Let $U_c$ denote the indicator function of the event that couple $c$ survives. The reasoning above identifies $p=E[U_c]$ as $p=\left(1-\frac{d}{2m}\right)\cdot\left(1-\frac{d}{2m-1}\right)$ for every $c$ and uses the fact that $X=\sum\limits_{c=1}^mU_c$ to deduce that $E[X]=mp$. Let us now adapt this approach to the computation of the second moment of $X$.

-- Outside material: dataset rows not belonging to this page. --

import type { IntegerOrder } from '../types.ts';
import type { RateLawStart } from './fit-rate-law.ts';
import type { LinearisedFit } from './linearised-fits.ts';

/**
 * Starting values (C0, k) for the nonlinear fit of each integer order, taken from the linearised plots.
 *
 * Why: Levenberg–Marquardt converges in a few steps from a start near the answer; the straight-line
 * plots give such a start for free.
 *
 * Formula in words: order 0 from the value plot (C0 = intercept, or the largest value when the intercept
 * is not positive; k = −slope); order 1 from the ln plot
 * (C0 = e^intercept, k = −slope) and order 2 from the 1/value plot (C0 = 1/intercept, k = slope). When a
 * plot is unavailable (a non-positive value) or gives a non-positive C0, the zero-order line stands in:
 * C0 = its intercept (or the largest value if that is not positive) and k = k0/C0 (order 1) or k0/C0²
 * (order 2), which match its initial slope.
 *
 * Reference: the linear plots of each order, OpenStax Chemistry 2e §12.4
 * (docs/methods.md#straight-line-plots).
 *
 * Throws nothing.
 *
 * Example: zero-order line intercept 100, slope −2 with no ln plot gives the first-order start
 * C0 = 100, k = 0.02.
 */
export function startingValues(
  order: IntegerOrder,
  linearised: readonly [LinearisedFit, LinearisedFit, LinearisedFit],
  largestValue: number,
): RateLawStart {
  const line = linearised[0];
  const lineIntercept = line.intercept ?? largestValue;
  const initialValue = lineIntercept > 0 ? lineIntercept : largestValue;
  const zeroOrderRate = line.k ?? 0;
  const plot = linearised[order];
  if (order !== 0 && plot.k !== null && plot.c0 !== null && plot.c0 > 0) {
    return { initialValue: plot.c0, rateConstant: plot.k };
  }
  if (order === 0) return { initialValue, rateConstant: zeroOrderRate };
  return {
    initialValue,
    rateConstant: order === 1 ? zeroOrderRate / initialValue : zeroOrderRate / (initialValue * initialValue),
  };
}
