/**
 * Input vocabulary of the kinetics engine, shared by every module in `shared/kinetics/`.
 * Pure data: no I/O, no classes. Results are typed next to the function that produces them.
 */

/** One measured point of a series. Several observations at the same time are replicates. */
export interface Observation {
  /** Elapsed time since the first sample, in the series' time unit. */
  time: number;
  /** Measured value (assay, concentration, impurity level) in the series' value unit. */
  value: number;
  /** Set when the analyst excluded this point; the reason is mandatory and printed in the method statement. */
  excluded?: { reason: string };
  /** Where the point came from (1-based source row, cell reference), for error messages and audit. */
  source?: { row?: number; cell?: string };
  /**
   * Set when the cell reported a result below a reporting or quantitation limit ("<LOQ",
   * "< 0.05"): the cell's text as written, and the limit it states when it states one. `value` is
   * then that limit, or 0 when none is stated, and is never fitted as read: the study's rule for
   * censored values decides (`stability/study-attributes.ts`, applied before the engine runs).
   */
  censored?: { text: string; limit?: number };
}

/** A degradation series: one batch at one condition. */
export interface Series {
  id: string;
  observations: Observation[];
  /** Unit of `time`, e.g. 'month', 'd', 'h', 'min', 's', 'week'. */
  timeUnit: string;
  /** Unit of `value`, e.g. '% label claim', 'mg/mL'. */
  valueUnit: string;
  /** Storage temperature in degrees Celsius, when known. */
  temperatureC?: number;
  /** Batch (lot) identifier, when known. */
  batch?: string;
  /**
   * The study attribute the series measures ("Assay", "Impurity B"), whenever the column mapping
   * names attributes; absent when it names none (every dataset imported before attributes were
   * listed), and then every series measures the study's first attribute.
   */
  attribute?: string;
}

/** Integer reaction orders the engine names; `null` means the data cannot tell them apart. */
export type IntegerOrder = 0 | 1 | 2;

/** How the measurement error scales: constant variance, or constant coefficient of variation. */
export type ErrorModel = 'constant' | 'proportional';

/** Direction in which the attribute moves, which decides the one- or two-sided Q1E limit. */
export type AttributeDirection = 'decreasing' | 'increasing' | 'either';

/** The four rate laws fitted to every series: the integer orders 0, 1, 2 and a free order n. */
export type RateLawModel = 0 | 1 | 2 | 'n';
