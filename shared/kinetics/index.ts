/**
 * Public entry of the kinetics engine: what the server, the islands and the command line import.
 * Anything not exported here is internal and may change without notice.
 *
 * Example: `import { analyseDataset, ENGINE_VERSION } from '../shared/kinetics/index.ts'`.
 */

export {
  analyseDataset,
  type ConditionShelfLife,
  type DatasetAnalysis,
  type DatasetArrhenius,
  type DatasetOptions,
  type DatasetWarning,
  type SeriesResult,
  type TemperatureRateConstant,
} from './analyse-dataset.ts';
// One series and a whole data set.
export {
  type AnalysisWarning,
  analyseSeries,
  type SeriesAnalysis,
  type SeriesOptions,
} from './analyse-series.ts';
export type { DerivedFigure, ModelSummary } from './derived/model-summary.ts';
export { type MethodStatement, methodStatement } from './method-statement.ts';
export { KineticsError, type KineticsErrorCode } from './numeric/kinetics-error.ts';
// ICH Q1E stability evaluation.
export {
  type PoolabilityResult,
  poolability,
  Q1E_POOLABILITY_SIGNIFICANCE,
} from './stability/poolability.ts';
export {
  type Q1eExtrapolationCase,
  type Q1eExtrapolationLimit,
  q1eExtrapolationLimit,
} from './stability/q1e-extrapolation-limit.ts';
export { type Q1eShelfLife, type Q1eShelfLifeOptions, q1eShelfLife } from './stability/q1e-shelf-life.ts';
export type { StabilityBatch, StabilityTransform } from './stability/stability-batch.ts';
// Temperature dependence.
export { type ArrheniusFit, type ArrheniusFitOptions, arrheniusFit } from './temperature/arrhenius-fit.ts';
export { type EyringFit, type EyringFitOptions, eyringFit } from './temperature/eyring-fit.ts';
export {
  type MeanKineticTemperature,
  type MeanKineticTemperatureOptions,
  meanKineticTemperature,
} from './temperature/mean-kinetic-temperature.ts';
export { MOLAR_GAS_CONSTANT } from './temperature/physical-constants.ts';
export { predictRateConstant, type RateConstantPrediction } from './temperature/predict-rate-constant.ts';
export { activationEnergyFromQ10, q10FromActivationEnergy, q10FromRateConstants } from './temperature/q10.ts';
export type {
  RateConstantMeasurement,
  TemperatureFitWeighting,
} from './temperature/rate-constant-measurement.ts';
// Input vocabulary and the one error type.
export type { AttributeDirection, ErrorModel, IntegerOrder, Observation, Series } from './types.ts';
// Units.
export {
  celsiusToKelvin,
  convertTime,
  DAYS_PER_MONTH,
  DAYS_PER_YEAR,
  KELVIN_AT_ZERO_CELSIUS,
  parseTimeUnit,
  rateConstantUnit,
  SECONDS_PER_TIME_UNIT,
  type TemperatureUnit,
  TIME_UNITS,
  type TimeUnit,
  toCelsius,
  tryParseTemperatureUnit,
  tryParseTimeUnit,
} from './units.ts';
export { ENGINE_VERSION } from './version.ts';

For two different couples $b\ne c$, $U_bU_c$ is the indicator function of the event that both couples $c$ and $b$ survive. This has probability $q=\left(1-\frac{d}{2m}\right)\cdot\left(1-\frac{d}{2m-1}\right)\cdot\left(1-\frac{d}{2m-2}\right)\cdot\left(1-\frac{d}{2m-3}\right)$. Expanding the square $X^2$, one gets $m$ squares $U_c^2$, each such that $E[U_c^2]=E[U_c]=p$, and $m(m-1)$ products $U_cU_b$ with $b\ne c$, each such that $E[U_bU_c]=q$.

Hence $E[X^2]=mp+m(m-1)q$ and $\mathrm{var}(X)=E[X^2]-E[X]^2=mp+m(m-1)q-m^2p^2$.